_AIM OF THE TASK_:
Look through the records and report how many lines include the word "seed", with no other words.

Stored items
+ + +

/// Builds the whole trace (no file output), so that tests can call it directly.
pub fn synthesize(args: &Args) -> Result<Trace, String> {
    check_args(args)?;
    let nominal_coeffs = parse_list(&args.wavelength_map, "--wavelength-map")?;
    WavelengthMap::new(&nominal_coeffs, args.pixels)?;
    let true_coeffs = match &args.true_map {
        Some(t) => parse_list(t, "--true-map")?,
        None => nominal_coeffs.clone(),
    };
    let true_map = WavelengthMap::new(&true_coeffs, args.pixels)?;
    let profile = LineProfile::new(args.fwhm_px, args.lorentz)?;
    let margin_px = 6.0 * args.fwhm_px;

    let mut planned = if args.no_lines {
        Vec::new()
    } else if !args.test_lines.is_empty() {
        test_lines(args)?
    } else {
        predicted_lines(args, &true_map, margin_px)?
    };

    let mut detector = Detector {
        adc_bits: args.adc_bits,
        gain_e_per_count: args.gain_e,
        bias_counts: args.bias,
        read_noise_e: args.read_noise_e,
        full_well_e: args.full_well_e.unwrap_or(f64::INFINITY),
        dark_e_per_s_25c: args.dark_e_per_s,
        temperature_c: args.temp_c,
        integration_s: args.integration_ms * 1e-3,
        hot_pixels: Vec::new(),
    };
    let mut hot_rng = Rng::new(args.seed, STREAM_HOT_PIXELS);
    detector.scatter_hot_pixels(args.pixels, args.hot_pixels, args.hot_factor, &mut hot_rng);

    let continuum = (args.continuum_e > 0.0).then_some(Continuum {
        peak_e: args.continuum_e,
        peak_nm: args.continuum_peak_nm,
        steepness: args.continuum_steepness,
    });

    // Scale: the strongest line gets --peak-e, or the peak that gives --snr over its background.
    let strongest = planned
        .iter()
        .filter(|p| !p.explicit_peak_e)
        .map(|p| p.weight)
        .fold(0.0, f64::max);
    let density = profile.peak_density_per_px();
    let background_e = |px: f64| {
        let c = continuum.map_or(0.0, |c| c.electrons_at(true_map.nm_at(px)));
        c + detector.dark_e() + args.read_noise_e * args.read_noise_e
    };
    let mut lines = Vec::new();
    let mut truth = Vec::new();
    for p in planned.iter_mut() {
        let peak_e = if p.explicit_peak_e {
            p.weight
        } else if strongest > 0.0 {
            let full = match args.snr {
                Some(s) => peak_for_snr(s, background_e(p.center_px)),
                None => args.peak_e,
            };
            full * p.weight / strongest
        } else {
            0.0
        };
        let area_e = peak_e / density;
        let b = background_e(p.center_px);
        let snr = if peak_e > 0.0 {
            peak_e / (peak_e + b).sqrt()
        } else {
            0.0
        };
        lines.push(SceneLine {
            center_px: p.center_px,
            area_e,
        });
        let nm = p.nm.map_or(String::new(), |(nm, in_air)| {
            format!(" {}_nm={nm:?}", if in_air { "air" } else { "vacuum" })
        });
        truth.push(format!(
            "{}{nm} px={:?} peak_e={:?} area_e={:?} snr={:.3}",
            p.label.replace(' ', "_"),
            p.center_px,
            peak_e,
            area_e,
            snr
        ));
    }
    let scene = Scene {
        pixels: args.pixels,
        map: true_map,
        profile,
        lines,
        continuum,
        stray: StrayLight {
            fraction: args.stray,
        },
    };
    let light = scene.render();
    let dark = vec![0.0; args.pixels];

    let mut frame_rng = Rng::new(args.seed, STREAM_FRAMES);
    let mut trace = Trace::new(args.pixels);
    trace.adc_bits = Some(args.adc_bits);
    trace.integration_us = Some((args.integration_ms * 1000.0).round() as u64);
    trace.sensor_temp_mc = Some((args.temp_c * 1000.0).round() as i64);
    trace.wavelength_nm = Some(nominal_coeffs);
    trace.electrons_per_count = Some(args.gain_e);
    trace.notes = args.note.clone();
    trace.notes.push(
        "synthetic trace made by glowsim synth (invented sensor and lamp model, for tests and demos)"
            .into(),
    );
    let mut extra = |k: &str, v: String| trace.extras.push((format!("synth.{k}"), v));
    extra("seed", args.seed.to_string());
    extra("true_map_nm", join(&true_coeffs));
    extra("fwhm_px", format!("{:?}", args.fwhm_px));
    extra("lorentz", format!("{:?}", args.lorentz));
    extra("bias_counts", format!("{:?}", args.bias));
    extra("read_noise_e", format!("{:?}", args.read_noise_e));
    extra("dark_e", format!("{:?}", detector.dark_e()));
    extra("continuum_e", format!("{:?}", args.continuum_e));
    extra("stray", format!("{:?}", args.stray));
    let hot: Vec<String> = detector
        .hot_pixels
        .iter()
        .map(|h| h.0.to_string())
        .collect();
    if !hot.is_empty() {
        extra("hot_pixels", hot.join(" "));
    }
    for t in truth {
        extra("line", t);
    }
    for _ in 0..args.frames {
        let counts = detector.read_frame(&light, &mut frame_rng);
        trace.frames.push(Frame {
            kind: FrameKind::Signal,
            counts,
        });
    }
    for _ in 0..args.darks {
        let counts = detector.read_frame(&dark, &mut frame_rng);
        trace.frames.push(Frame {
            kind: FrameKind::Dark,
            counts,
        });
    }
    Ok(trace)
}

fn join(c: &[f64]) -> String {
    c.iter()
        .map(|x| format!("{x:?}"))
        .collect::<Vec<_>>()
        .join(" ")
}

/// Runs the command.
pub fn run(args: &Args) -> Result<(), String> {
    let trace = synthesize(args)?;
    let on_sensor = trace
        .extra("synth.line")
        .filter(|l| {
            l.split_whitespace()
                .find_map(|w| w.strip_prefix("px="))
                .and_then(|v| v.parse::<f64>().ok())
                .is_some_and(|px| px >= -0.5 && px < trace.pixels as f64 - 0.5)
        })
        .count();
    let summary = format!(
        "{} px, {} signal + {} dark frame(s), {} line(s) on the sensor, seed {}",
        trace.pixels, args.frames, args.darks, on_sensor, args.seed
    );
    if args.out.as_os_str() == "-" {
        let text = crate::trace::native::to_text(&trace).map_err(|e| e.to_string())?;
        crate::trace::write_stdout(&text)?;
        eprintln!("glowsim synth: {summary}");
    } else {
        trace.write_path(&args.out)?;
        println!("wrote {}: {summary}", args.out.display());
    }
    Ok(())
}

+ + +

_RESULT_:
5